# Question



## Rawled Demha (May 26, 2007)

hey peeps, wonderin if anyone can help me...

did dinosaurs co-exist with any non-ape descendants of man? all i kno about our predecessors is that we had neanderthals and Cro-Magnons (or something else similar by name) and the CM were too hot for the neans to handle. 

i have been told that it is not so, but have also been offered no proof... i know for a "fact" that there were mammals around at that time but what of man?

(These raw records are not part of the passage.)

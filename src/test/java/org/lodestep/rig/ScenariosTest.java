package org.lodestep.rig;

import static org.junit.jupiter.api.Assertions.assertEquals;
import static org.junit.jupiter.api.Assertions.assertThrows;
import static org.junit.jupiter.api.Assertions.assertTrue;

import java.io.ByteArrayInputStream;
import java.nio.charset.StandardCharsets;
import java.util.Map;

import org.junit.jupiter.api.Test;

class ScenariosTest {

    private static Map<String, Scenario> parse(String toml) throws Exception {
        return Scenarios.parse(new ByteArrayInputStream(toml.getBytes(StandardCharsets.UTF_8)));
    }

    private static final String MINIMAL = """
            [m]
            seed = 1
            serial = "X-1"
            leads = 4
            rotor_teeth = 50
            shuffle_leads = false
            lead_labels = ["a", "b", "c", "d"]
            half_winding_ohm = 1.0
            half_winding_h = 0.001
            coupling = 0.9
            ke_vs_per_rad = 0.2
            rated_current_a = 1.0
            holding_torque_nm = 0.3
            detent_torque_nm = 0.01
            rotor_inertia_kg_m2 = 5e-6
            load_inertia_kg_m2 = 0.0
            damping_nms_per_rad = 1e-4
            insulation_ohm = 1e9
            accel_radius_m = 0.02
            accel_noise_g = 0.01
            hand_turn_rpm = 60
            """;

    @Test
    void everyBundledScenarioBuildsAMotorTheIssueAsksFor() {
        Map<String, Scenario> all = Scenarios.all();
        assertTrue(all.keySet().containsAll(java.util.List.of("salvage-8", "salvage-6", "bench-4", "faulty-8",
                "open-6", "gantry-axis")), all.keySet().toString());
        for (Map.Entry<String, Scenario> e : all.entrySet()) {
            BenchMotor m = new BenchMotor(e.getValue());
            assertEquals(e.getValue().leads(), m.leadCount(), e.getKey());
        }
        assertTrue(all.get("salvage-8").shuffleLeads());
        assertEquals(100, all.get("salvage-6").rotorTeeth());
    }

    @Test
    void sameSeedGivesTheSameShuffleAndAnotherSeedUsuallyAnother() {
        Scenario s = Scenarios.all().get("salvage-8");
        assertEquals(new BenchMotor(s).labels(), new BenchMotor(s).labels());
        assertTrue(!new BenchMotor(s).labels().equals(new BenchMotor(s.withSeed(9)).labels()));
    }

    @Test
    void minimalScenarioParsesWithNoFaults() throws Exception {
        Scenario s = parse(MINIMAL).get("m");
        assertEquals(0, s.faults().size());
        assertEquals(5e-6, s.totalInertiaKgM2(), 0);
    }

    @Test
    void unknownKeyIsRejected() {
        Exception e = assertThrows(Exception.class, () -> parse(MINIMAL + "holding_torque_ncm = 3\n"));
        assertTrue(e.getMessage().contains("holding_torque_ncm"), e.getMessage());
    }

    @Test
    void impossibleValueIsRejectedNamingKeyAndUnit() {
        Exception e = assertThrows(Exception.class,
                () -> parse(MINIMAL.replace("half_winding_ohm = 1.0", "half_winding_ohm = -1.0")));
        assertTrue(e.getMessage().contains("half_winding_ohm must be positive"), e.getMessage());
        assertTrue(e.getMessage().contains("ohm"), e.getMessage());
        Exception t = assertThrows(Exception.class, () -> parse(MINIMAL.replace("rotor_teeth = 50", "rotor_teeth = 48")));
        assertTrue(t.getMessage().contains("rotor_teeth must be 50 or 100"), t.getMessage());
        Exception f = assertThrows(Exception.class, () -> parse(MINIMAL + "faults = [ { kind = \"melted\" } ]\n"));
        assertTrue(f.getMessage().contains("melted"), f.getMessage());
    }
}
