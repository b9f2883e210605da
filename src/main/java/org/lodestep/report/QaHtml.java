package org.lodestep.report;

import java.util.ArrayList;
import java.util.LinkedHashMap;
import java.util.List;
import java.util.Locale;
import java.util.Map;

import org.lodestep.qa.CheckResult;
import org.lodestep.qa.Histogram;
import org.lodestep.qa.LotStatistics;
import org.lodestep.qa.StoredRecord;
import org.lodestep.qa.Submission;
import org.lodestep.qa.Tally;
import org.lodestep.qa.ValueScale;
import org.lodestep.qa.Verdict;
import org.lodestep.report.html.Cell;
import org.lodestep.report.html.ControlChart;
import org.lodestep.report.html.HistogramChart;
import org.lodestep.report.html.HtmlReport;
import org.lodestep.report.html.HtmlTable;
import org.lodestep.report.html.Status;
import org.lodestep.safety.Cautions;
import org.lodestep.safety.Hazard;
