package org.lodestep.rig;

import java.io.IOException;
import java.util.Random;

/**
 * Test double: wraps the host's end of a line and damages what the host receives (flipped bits, dropped bytes,
 * delays, a disconnect after a byte count), reproducibly from a seed.
 */
final class FaultyTransport implements Transport {
    private final Transport inner;
    private final Random random;
    private final double flipPerByte;
    private final double dropPerByte;
    private final int delayMs;
    private final long disconnectAfterBytes;
    private long delivered;
    private volatile boolean corruptEverything;

    FaultyTransport(Transport inner, long seed, double flipPerByte, double dropPerByte, int delayMs,
                    long disconnectAfterBytes) {
        this.inner = inner;
        this.random = new Random(seed);
        this.flipPerByte = flipPerByte;
        this.dropPerByte = dropPerByte;
        this.delayMs = delayMs;
        this.disconnectAfterBytes = disconnectAfterBytes;
    }

    private long corruptAfterBytes = Long.MAX_VALUE;

    /** From now on, flip a bit in every byte received (a line gone bad). */
    void corruptEverything() {
        corruptEverything = true;
    }

    /** Flip a bit in every byte received after this many bytes (a line that goes bad mid-stream). */
    void corruptAfter(long bytes) {
        corruptAfterBytes = bytes;
    }

    @Override
    public String address() {
        return inner.address();
    }

    @Override
    public void write(byte[] bytes, int offset, int length) throws IOException {
        if (delivered >= disconnectAfterBytes) {
            throw new IOException("disconnected");
        }
        inner.write(bytes, offset, length);
    }

    @Override
    public int read(byte[] dest, int offset, int length, int timeoutMs) throws IOException {
        if (delivered >= disconnectAfterBytes) {
            inner.close(); // the far end sees the line drop
            return -1;
        }
        if (delayMs > 0) {
            try {
                Thread.sleep(delayMs);
            } catch (InterruptedException e) {
                Thread.currentThread().interrupt();
                throw new IOException(e);
            }
        }
        byte[] tmp = new byte[(int) Math.min(length, Math.max(1, disconnectAfterBytes - delivered))];
        int n = inner.read(tmp, 0, tmp.length, timeoutMs);
        if (n <= 0) {
            return n;
        }
        delivered += n;
        int out = 0;
        for (int i = 0; i < n; i++) {
            if (random.nextDouble() < dropPerByte) {
                continue;
            }
            byte b = tmp[i];
            if (corruptEverything || delivered - n + i >= corruptAfterBytes || random.nextDouble() < flipPerByte) {
                b ^= (byte) (1 << random.nextInt(8));
            }
            dest[offset + out++] = b;
        }
        return out;
    }

    @Override
    public void close() throws IOException {
        inner.close();
    }
}
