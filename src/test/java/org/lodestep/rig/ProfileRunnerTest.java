package org.lodestep.rig;

import org.lodestep.drive.DriveMode;

import static org.junit.jupiter.api.Assertions.assertEquals;
import static org.junit.jupiter.api.Assertions.assertTrue;

import java.util.ArrayList;
import java.util.List;

import org.junit.jupiter.api.Test;
import org.lodestep.drive.Band;

import org.lodestep.drive.Load;
import org.lodestep.drive.MotionPlanner;
import org.lodestep.drive.PhaseModel;
import org.lodestep.drive.Profile;
import org.lodestep.drive.ProfileSettings;
import org.lodestep.drive.ProfileShape;
import org.lodestep.drive.TorqueCurve;
import org.lodestep.drive.TorqueCurves;
import org.lodestep.resonance.RateUnits;

/**
 * Planned profiles played on the driven-motor model (the gantry-axis scenario's motor and load, bipolar series, a
 * 24 V chopper at 2.5 A, 1/16 microsteps) against a naive constant-acceleration profile to the same peak rate.
 */
class ProfileRunnerTest {
    static final double JR = 8.2e-6;
    static final double JL = 5.5126e-5;
    static final double FRICTION = 0.03;
    static final PhaseModel MOTOR = new PhaseModel(DynamometerTest.R, DynamometerTest.L, DynamometerTest.K, 50, JR, 0);
    static final org.lodestep.drive.Driver DRIVE =
            new org.lodestep.drive.Driver(org.lodestep.drive.DriveMode.CHOPPER, 24, 2.5, 16);
    static final TorqueCurve CURVE = TorqueCurves.of(MOTOR, DRIVE);
    static final Load LOAD = new Load(JL, FRICTION, 0, 40);
    // the bands a sweep of this axis gives (f_n/2 and f_n of its 100 Hz natural frequency), a = span·f/5
    static final List<Band> BANDS = List.of(new Band(42, 55, 13 * 50 / 5.0), new Band(76, 147, 71 * 100 / 5.0));
    static final ProfileRunner RUNNER = new ProfileRunner(
            DriveSettings.chopper(DynamometerTest.R, DynamometerTest.L, DynamometerTest.K, 24, 2.5),
            new RotorSettings(JR + JL, DynamometerTest.C, 0, 50), 16);

    /** The exported CSV's time and rate columns. */
    static double[][] columns(String csv) {
        List<double[]> rows = new ArrayList<>();
        for (String line : csv.split("\n")) {
            if (line.startsWith("#") || line.startsWith("time_s")) {
                continue;
            }
            String[] c = line.split(",");
            rows.add(new double[] {Double.parseDouble(c[0]), Double.parseDouble(c[1])});
        }
        double[][] out = new double[2][rows.size()];
        for (int k = 0; k < rows.size(); k++) {
            out[0][k] = rows.get(k)[0];
            out[1][k] = rows.get(k)[1];
        }
        return out;
    }

    static ProfileRunner.Run play(ProfileShape shape, double target) {
        Profile p = MotionPlanner.plan(CURVE, LOAD, BANDS,
                new ProfileSettings(shape, target, 0.3, Double.POSITIVE_INFINITY, Double.NaN, 0.2, 0.001));
        double[][] t = columns(p.table(new RateUnits(16, 50, 40)).csv());
        return RUNNER.run(t[0], t[1], FRICTION, 0);
    }

    @Test
    void plannedTrapezoidAndSCurveRunThroughTheBandsWithoutLosingAStep() {
        for (ProfileShape shape : ProfileShape.values()) {
            ProfileRunner.Run r = play(shape, 3000);
            assertEquals(0, r.lostFullSteps(), shape + ": " + r);
            assertTrue(Math.abs(r.maxLagFullSteps()) < 2, shape + " lags at most half a tooth pitch: " + r);
        }
    }

    @Test
    void naiveConstantAccelerationToTheSamePeakLosesSteps() {
        // Sized on the low-speed torque without margin, as if the torque did not fall with speed.
        double target = 3000;
        double a = (CURVE.lowSpeedTorqueNm() - FRICTION) / (JR + JL) / (2 * Math.PI / 200);
        double up = target / a;
        int n = (int) Math.ceil((2 * up + 0.2) / 0.001) + 1;
        double[] t = new double[n];
        double[] v = new double[n];
        for (int k = 0; k < n; k++) {
            t[k] = Math.min(k * 0.001, 2 * up + 0.2);
            v[k] = t[k] < up ? a * t[k] : t[k] < up + 0.2 ? target : Math.max(0, target - a * (t[k] - up - 0.2));
        }
        ProfileRunner.Run r = RUNNER.run(t, v, FRICTION, 0);
        assertTrue(r.lostFullSteps() > 4, "the naive profile stalls: " + r);
    }
}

is there any reasonable line of arguments that say it is not possible for "men" to have existed during the time of dinosaurs?


----------



## HardScienceFan (May 26, 2007)

Oh deary me.........
Ben
Also new to Western civilization


----------



## The Ace (May 26, 2007)

Well, if you accept that the mass extinction which obliterated around 70% of all living species (the dinosaurs were merely the most spectacular) occurred some 65 million years ago and hominid fossils only go back about 2 million years, I've always found the answer to be self-evident.
  Primitive, shrew-like mammals can be traced back to the Triassic Period but with only limited ecological niches open to them, mammals didn't get the evolutionary break they needed until the dinosaurs were gone.  Even in the Upper Cretaceous, the largest mammals were opportunistic scavengers about the size of a modern house-cat.
   So, in brief, although there were ancestral mammals contemporary with the dinosaurs, there was nothing remotely ape-like, far less human, at that time.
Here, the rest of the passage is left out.